§ Task statement: Set down each line of the listing below exactly as it is written.

§ Data for the task:
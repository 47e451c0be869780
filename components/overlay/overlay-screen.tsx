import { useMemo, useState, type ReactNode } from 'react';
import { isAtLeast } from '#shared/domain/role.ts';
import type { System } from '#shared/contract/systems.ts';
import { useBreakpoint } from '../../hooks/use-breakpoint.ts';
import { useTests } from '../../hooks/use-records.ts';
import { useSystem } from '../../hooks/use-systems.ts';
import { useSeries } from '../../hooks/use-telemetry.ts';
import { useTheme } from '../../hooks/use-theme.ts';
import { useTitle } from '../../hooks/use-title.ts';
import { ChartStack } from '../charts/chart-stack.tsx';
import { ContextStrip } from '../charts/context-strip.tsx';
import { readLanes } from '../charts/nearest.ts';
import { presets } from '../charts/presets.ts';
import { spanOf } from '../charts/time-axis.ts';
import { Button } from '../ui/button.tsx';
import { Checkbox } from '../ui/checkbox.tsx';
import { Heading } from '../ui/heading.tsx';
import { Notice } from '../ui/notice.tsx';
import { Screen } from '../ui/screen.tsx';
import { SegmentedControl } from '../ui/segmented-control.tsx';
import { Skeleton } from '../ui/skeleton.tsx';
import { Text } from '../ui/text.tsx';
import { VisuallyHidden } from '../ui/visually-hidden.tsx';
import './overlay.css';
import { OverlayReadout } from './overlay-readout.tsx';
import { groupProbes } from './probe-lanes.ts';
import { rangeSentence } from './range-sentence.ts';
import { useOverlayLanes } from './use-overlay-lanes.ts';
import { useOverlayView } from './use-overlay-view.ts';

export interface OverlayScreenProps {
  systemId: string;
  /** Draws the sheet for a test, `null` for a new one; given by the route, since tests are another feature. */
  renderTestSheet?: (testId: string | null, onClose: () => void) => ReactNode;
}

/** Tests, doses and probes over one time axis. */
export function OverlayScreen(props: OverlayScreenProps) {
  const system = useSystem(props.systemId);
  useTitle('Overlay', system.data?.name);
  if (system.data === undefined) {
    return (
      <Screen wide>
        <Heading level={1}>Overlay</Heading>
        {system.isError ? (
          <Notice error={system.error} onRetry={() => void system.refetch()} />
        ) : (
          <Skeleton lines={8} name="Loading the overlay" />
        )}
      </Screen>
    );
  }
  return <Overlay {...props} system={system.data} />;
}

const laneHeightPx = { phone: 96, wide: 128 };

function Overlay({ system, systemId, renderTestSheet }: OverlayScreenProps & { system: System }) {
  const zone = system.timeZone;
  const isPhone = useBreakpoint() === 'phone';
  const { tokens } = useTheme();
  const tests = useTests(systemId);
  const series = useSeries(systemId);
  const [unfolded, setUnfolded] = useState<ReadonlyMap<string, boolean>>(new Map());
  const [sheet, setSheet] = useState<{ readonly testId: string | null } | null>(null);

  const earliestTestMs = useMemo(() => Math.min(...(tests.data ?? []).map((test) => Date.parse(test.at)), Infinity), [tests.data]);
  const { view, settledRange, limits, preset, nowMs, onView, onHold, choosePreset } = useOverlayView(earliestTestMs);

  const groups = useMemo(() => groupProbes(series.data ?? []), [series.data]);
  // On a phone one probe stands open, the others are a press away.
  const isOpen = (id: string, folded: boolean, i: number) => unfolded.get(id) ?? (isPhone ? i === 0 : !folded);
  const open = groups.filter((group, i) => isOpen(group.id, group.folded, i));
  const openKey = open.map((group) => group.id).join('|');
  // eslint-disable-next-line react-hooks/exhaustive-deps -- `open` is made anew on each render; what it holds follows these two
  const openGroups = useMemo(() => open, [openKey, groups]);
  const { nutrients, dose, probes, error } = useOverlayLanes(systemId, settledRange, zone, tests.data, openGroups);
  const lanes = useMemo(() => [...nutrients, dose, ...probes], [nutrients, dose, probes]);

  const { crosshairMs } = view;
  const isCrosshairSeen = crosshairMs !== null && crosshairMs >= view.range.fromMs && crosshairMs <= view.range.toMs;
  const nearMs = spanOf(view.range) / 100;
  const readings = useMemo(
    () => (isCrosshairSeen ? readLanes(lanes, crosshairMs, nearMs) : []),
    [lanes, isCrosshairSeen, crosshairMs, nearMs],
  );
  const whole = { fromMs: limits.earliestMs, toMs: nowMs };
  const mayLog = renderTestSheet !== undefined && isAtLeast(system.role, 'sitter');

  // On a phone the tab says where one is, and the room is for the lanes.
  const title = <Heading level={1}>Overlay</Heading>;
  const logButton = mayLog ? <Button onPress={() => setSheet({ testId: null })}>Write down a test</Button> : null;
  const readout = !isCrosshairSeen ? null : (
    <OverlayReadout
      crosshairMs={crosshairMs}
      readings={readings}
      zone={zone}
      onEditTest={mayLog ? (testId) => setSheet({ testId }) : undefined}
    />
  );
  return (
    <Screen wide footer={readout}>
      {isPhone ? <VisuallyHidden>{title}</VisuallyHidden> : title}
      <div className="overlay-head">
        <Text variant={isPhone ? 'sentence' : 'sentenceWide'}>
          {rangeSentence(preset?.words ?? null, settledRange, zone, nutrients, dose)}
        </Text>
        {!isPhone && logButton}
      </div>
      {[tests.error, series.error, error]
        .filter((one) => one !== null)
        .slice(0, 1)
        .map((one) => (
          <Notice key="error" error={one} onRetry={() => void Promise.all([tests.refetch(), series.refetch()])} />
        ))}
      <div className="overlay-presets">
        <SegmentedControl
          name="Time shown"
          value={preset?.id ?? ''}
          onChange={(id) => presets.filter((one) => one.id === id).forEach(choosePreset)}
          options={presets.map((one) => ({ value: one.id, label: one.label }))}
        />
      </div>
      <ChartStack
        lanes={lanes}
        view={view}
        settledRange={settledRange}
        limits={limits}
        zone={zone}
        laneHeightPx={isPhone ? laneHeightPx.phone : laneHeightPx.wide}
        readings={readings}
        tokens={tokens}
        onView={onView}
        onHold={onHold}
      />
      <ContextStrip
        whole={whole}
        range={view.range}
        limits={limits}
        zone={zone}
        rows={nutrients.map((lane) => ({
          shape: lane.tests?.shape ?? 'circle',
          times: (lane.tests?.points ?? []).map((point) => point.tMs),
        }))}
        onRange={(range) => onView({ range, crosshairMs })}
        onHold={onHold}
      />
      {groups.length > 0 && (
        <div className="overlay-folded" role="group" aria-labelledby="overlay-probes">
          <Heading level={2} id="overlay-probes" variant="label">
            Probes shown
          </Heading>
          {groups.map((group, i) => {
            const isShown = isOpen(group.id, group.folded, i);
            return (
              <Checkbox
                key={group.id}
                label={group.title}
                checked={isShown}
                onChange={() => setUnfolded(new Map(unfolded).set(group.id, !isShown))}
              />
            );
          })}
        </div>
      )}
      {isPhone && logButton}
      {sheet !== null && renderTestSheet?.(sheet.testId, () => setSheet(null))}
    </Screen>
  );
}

§ Reply:
repository 47e451c0be869780
filename components/overlay/overlay-screen.tsx
import { useMemo, useState, type ReactNode } from 'react';
import { isAtLeast } from '#shared/domain/role.ts';
import type { System } from '#shared/contract/systems.ts';
import { useBreakpoint } from '../../hooks/use-breakpoint.ts';
import { useTests } from '../../hooks/use-records.ts';
import { useSystem } from '../../hooks/use-systems.ts';
import { useSeries } from '../../hooks/use-telemetry.ts';
import { useTheme } from '../../hooks/use-theme.ts';
import { useTitle } from '../../hooks/use-title.ts';
import { ChartStack } from '../charts/chart-stack.tsx';
import { ContextStrip } from '../charts/context-strip.tsx';
import { readLanes } from '../charts/nearest.ts';
import { presets } from '../charts/presets.ts';
import { spanOf } from '../charts/time-axis.ts';
import { Button } from '../ui/button.tsx';
import { Checkbox } from '../ui/checkbox.tsx';
import { Heading } from '../ui/heading.tsx';
import { Notice } from '../ui/notice.tsx';
import { Screen } from '../ui/screen.tsx';
import { SegmentedControl } from '../ui/segmented-control.tsx';
import { Skeleton } from '../ui/skeleton.tsx';
import { Text } from '../ui/text.tsx';
import { VisuallyHidden } from '../ui/visually-hidden.tsx';
import './overlay.css';
import { OverlayReadout } from './overlay-readout.tsx';
import { groupProbes } from './probe-lanes.ts';
import { rangeSentence } from './range-sentence.ts';
import { useOverlayLanes } from './use-overlay-lanes.ts';
import { useOverlayView } from './use-overlay-view.ts';

export interface OverlayScreenProps {
  systemId: string;
  /** Draws the sheet for a test, `null` for a new one; given by the route, since tests are another feature. */
  renderTestSheet?: (testId: string | null, onClose: () => void) => ReactNode;
}

/** Tests, doses and probes over one time axis. */
export function OverlayScreen(props: OverlayScreenProps) {
  const system = useSystem(props.systemId);
  useTitle('Overlay', system.data?.name);
  if (system.data === undefined) {
    return (
      <Screen wide>
        <Heading level={1}>Overlay</Heading>
        {system.isError ? (
          <Notice error={system.error} onRetry={() => void system.refetch()} />
        ) : (
          <Skeleton lines={8} name="Loading the overlay" />
        )}
      </Screen>
    );
  }
  return <Overlay {...props} system={system.data} />;
}

const laneHeightPx = { phone: 96, wide: 128 };

function Overlay({ system, systemId, renderTestSheet }: OverlayScreenProps & { system: System }) {
  const zone = system.timeZone;
  const isPhone = useBreakpoint() === 'phone';
  const { tokens } = useTheme();
  const tests = useTests(systemId);
  const series = useSeries(systemId);
  const [unfolded, setUnfolded] = useState<ReadonlyMap<string, boolean>>(new Map());
  const [sheet, setSheet] = useState<{ readonly testId: string | null } | null>(null);

  const earliestTestMs = useMemo(() => Math.min(...(tests.data ?? []).map((test) => Date.parse(test.at)), Infinity), [tests.data]);
  const { view, settledRange, limits, preset, nowMs, onView, onHold, choosePreset } = useOverlayView(earliestTestMs);

  const groups = useMemo(() => groupProbes(series.data ?? []), [series.data]);
  // On a phone one probe stands open, the others are a press away.
  const isOpen = (id: string, folded: boolean, i: number) => unfolded.get(id) ?? (isPhone ? i === 0 : !folded);
  const open = groups.filter((group, i) => isOpen(group.id, group.folded, i));
  const openKey = open.map((group) => group.id).join('|');
  // eslint-disable-next-line react-hooks/exhaustive-deps -- `open` is made anew on each render; what it holds follows these two
  const openGroups = useMemo(() => open, [openKey, groups]);
  const { nutrients, dose, probes, error } = useOverlayLanes(systemId, settledRange, zone, tests.data, openGroups);
  const lanes = useMemo(() => [...nutrients, dose, ...probes], [nutrients, dose, probes]);

  const { crosshairMs } = view;
  const isCrosshairSeen = crosshairMs !== null && crosshairMs >= view.range.fromMs && crosshairMs <= view.range.toMs;
  const nearMs = spanOf(view.range) / 100;
  const readings = useMemo(
    () => (isCrosshairSeen ? readLanes(lanes, crosshairMs, nearMs) : []),
    [lanes, isCrosshairSeen, crosshairMs, nearMs],
  );
  const whole = { fromMs: limits.earliestMs, toMs: nowMs };
  const mayLog = renderTestSheet !== undefined && isAtLeast(system.role, 'sitter');

  // On a phone the tab says where one is, and the room is for the lanes.
  const title = <Heading level={1}>Overlay</Heading>;
  const logButton = mayLog ? <Button onPress={() => setSheet({ testId: null })}>Write down a test</Button> : null;
  const readout = !isCrosshairSeen ? null : (
    <OverlayReadout
      crosshairMs={crosshairMs}
      readings={readings}
      zone={zone}
      onEditTest={mayLog ? (testId) => setSheet({ testId }) : undefined}
    />
  );
  return (
    <Screen wide footer={readout}>
      {isPhone ? <VisuallyHidden>{title}</VisuallyHidden> : title}
      <div className="overlay-head">
        <Text variant={isPhone ? 'sentence' : 'sentenceWide'}>
          {rangeSentence(preset?.words ?? null, settledRange, zone, nutrients, dose)}
        </Text>
        {!isPhone && logButton}
      </div>
      {[tests.error, series.error, error]
        .filter((one) => one !== null)
        .slice(0, 1)
        .map((one) => (
          <Notice key="error" error={one} onRetry={() => void Promise.all([tests.refetch(), series.refetch()])} />
        ))}
      <div className="overlay-presets">
        <SegmentedControl
          name="Time shown"
          value={preset?.id ?? ''}
          onChange={(id) => presets.filter((one) => one.id === id).forEach(choosePreset)}
          options={presets.map((one) => ({ value: one.id, label: one.label }))}
        />
      </div>
      <ChartStack
        lanes={lanes}
        view={view}
        settledRange={settledRange}
        limits={limits}
        zone={zone}
        laneHeightPx={isPhone ? laneHeightPx.phone : laneHeightPx.wide}
        readings={readings}
        tokens={tokens}
        onView={onView}
        onHold={onHold}
      />
      <ContextStrip
        whole={whole}
        range={view.range}
        limits={limits}
        zone={zone}
        rows={nutrients.map((lane) => ({
          shape: lane.tests?.shape ?? 'circle',
          times: (lane.tests?.points ?? []).map((point) => point.tMs),
        }))}
        onRange={(range) => onView({ range, crosshairMs })}
        onHold={onHold}
      />
      {groups.length > 0 && (
        <div className="overlay-folded" role="group" aria-labelledby="overlay-probes">
          <Heading level={2} id="overlay-probes" variant="label">
            Probes shown
          </Heading>
          {groups.map((group, i) => {
            const isShown = isOpen(group.id, group.folded, i);
            return (
              <Checkbox
                key={group.id}
                label={group.title}
                checked={isShown}
                onChange={() => setUnfolded(new Map(unfolded).set(group.id, !isShown))}
              />
            );
          })}
        </div>
      )}
      {isPhone && logButton}
      {sheet !== null && renderTestSheet?.(sheet.testId, () => setSheet(null))}
    </Screen>
  );
}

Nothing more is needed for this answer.